Caffeine and Alcohol for Infertility

If you and your partner have difficulty conceiving, I strongly recommend that you avoid caffeine and alcohol while you try to get pregnant (and of course during your pregnancy, too!). A number of studies have found that consuming more than 300 milligrams of caffeine per day (about 2 cups of coffee) is associated with a delay in conception. A large study from Johns Hopkins University revealed that, compared to women who consumed less than 300 milligrams of caffeine per day, those who consumed more caffeine reduced their chances of conceiving each month by 25 per-cent.2 Another study of 104 healthy women found that women who consumed more than the equivalent of 1 cup of coffee per day were half as likely to become pregnant as women who drank less.3 Other studies find that the relationship between caffeine and fertility is even stronger in women who smoke.4

A handful of studies support the notion that drinking alcoholic beverages reduces fertility in women. Women who drink heavily are more likely than nondrinkers to experience infertility problems and spontaneous abortion. A study from the Harvard School of Public Health looked at the effect of alcohol in more than 4000 women. The researchers found that even moderate drinking (two drinks per day) affected the ability to conceive by interfering with ovulation. And the more alcohol consumed, the higher the risk of not conceiving.5


There is some evidence that anemia due to a deficiency of vitamin B12 can cause infertility in women. Two case reports revealed that when women with this nutrient deficiency were given supplemental B12, pregnancy occurred.6 How a lack of B12 impacts a woman’s chances of conceiving is not understood.

Despite the lack of research in this area, it makes sense to ensure you are meeting your needs for this vitamin. Women of childbearing age must consume 2.4 micrograms of B12 every day to cover their needs. B12 is found only in animal foods and in a few products that have been fortified with the vitamin. Take a look at the B12 in Foods table on page 9 of chapter 1 for food sources of this vitamin.

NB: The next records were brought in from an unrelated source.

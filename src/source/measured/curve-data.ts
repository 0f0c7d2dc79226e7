/** A measured curve as the search sees it: sorted, so that the order in the file cannot matter. */
import { Fault } from '../../fault.js';
import type { Amperes, Volts } from '../../quantities.js';

export interface MeasuredPoint {
  readonly voltage: Volts;
  readonly current: Amperes;
  /** Line of the file it stands in, or any number that the caller tells points apart by. */
  readonly line?: number;
}

export interface CurveData {
  /** In rising order of voltage, then of current, then of line. */
  readonly points: readonly MeasuredPoint[];
  readonly voltages: Float64Array;
  readonly currents: Float64Array;
  /** Largest less smallest current. */
  readonly currentSpan: Amperes;
}

/**
 * @throws Fault `MEASURED_CURVE` if a number is not finite, all currents or all voltages are equal,
 * or current rises with voltage, as it does in the convention for loads.
 */
export function curveData(measured: readonly MeasuredPoint[]): CurveData {
  const points = measured.toSorted(
    (a, b) => a.voltage - b.voltage || a.current - b.current || (a.line ?? 0) - (b.line ?? 0),
  );
  for (const { voltage, current, line } of points) {
    if (!(Number.isFinite(voltage) && Number.isFinite(current))) {
      throw refusal(`must be finite, found ${voltage} V and ${current} A.`, line);
    }
  }
  const voltages = Float64Array.from(points, ({ voltage }) => voltage);
  const currents = Float64Array.from(points, ({ current }) => current);
  const currentSpan = currents.reduce(most, -Infinity) - currents.reduce(least, Infinity);
  const first = voltages[0] ?? 0;
  const last = voltages.at(-1) ?? 0;
  if (!(last > first && currentSpan > 0)) {
    throw refusal('needs points at different voltages and currents: these all lie on one line.');
  }
  if (trend(voltages, currents) > 0) throw againstConvention();
  return { points, voltages, currents, currentSpan };
}

/** A curve that makes no sense as a whole. */
export const refusal = (message: string, line?: number, hint?: string): Fault =>
  new Fault('input', {
    code: 'MEASURED_CURVE',
    ...(line === undefined ? {} : { line }),
    message: line === undefined ? `the curve ${message}` : `the point ${message}`,
    ...(hint === undefined ? {} : { hint }),
  });

const againstConvention = (): Fault =>
  refusal(
    'has currents that rise with voltage; expected a generator: positive current at short ' +
      'circuit that falls to zero at open circuit.',
    undefined,
    'If the instrument counts currents as a load does, turn their sign (--negate-current). ' +
      'If the columns are swapped, name them (--voltage-column, --current-column).',
  );

/** Sum of products of the departures from the means: the sign of the straight line's slope. */
function trend(voltages: Float64Array, currents: Float64Array): number {
  const middle = mean(voltages);
  const level = mean(currents);
  let sum = 0;
  for (let i = 0; i < voltages.length; i++) {
    sum += (voltages[i]! - middle) * (currents[i]! - level);
  }
  return sum;
}

const mean = (values: Float64Array): number =>
  values.reduce((total, value) => total + value, 0) / values.length;
const most = (a: number, b: number): number => Math.max(a, b);
const least = (a: number, b: number): number => Math.min(a, b);

/** The points whose place is kept. */
export function subset(data: CurveData, isKept: (index: number) => boolean): CurveData {
  return curveData(data.points.filter((_, index) => isKept(index)));
}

A vitamin B12 deficiency can occur if you don’t eat any B12-rich foods (you may be a complete vegetarian), or if your body is incapable of properly absorbing the nutrient. In the latter case, a condition called pernicious anemia results (read more about this in chapter 3, “Anemia”). If you are at risk for developing a B12 deficiency, take a good quality multivitamin and mineral supplement or a B complex formula (it contains the whole family of B vitamins). You’ll find guidelines for supplementing with B12 on page 10 in chapter 1.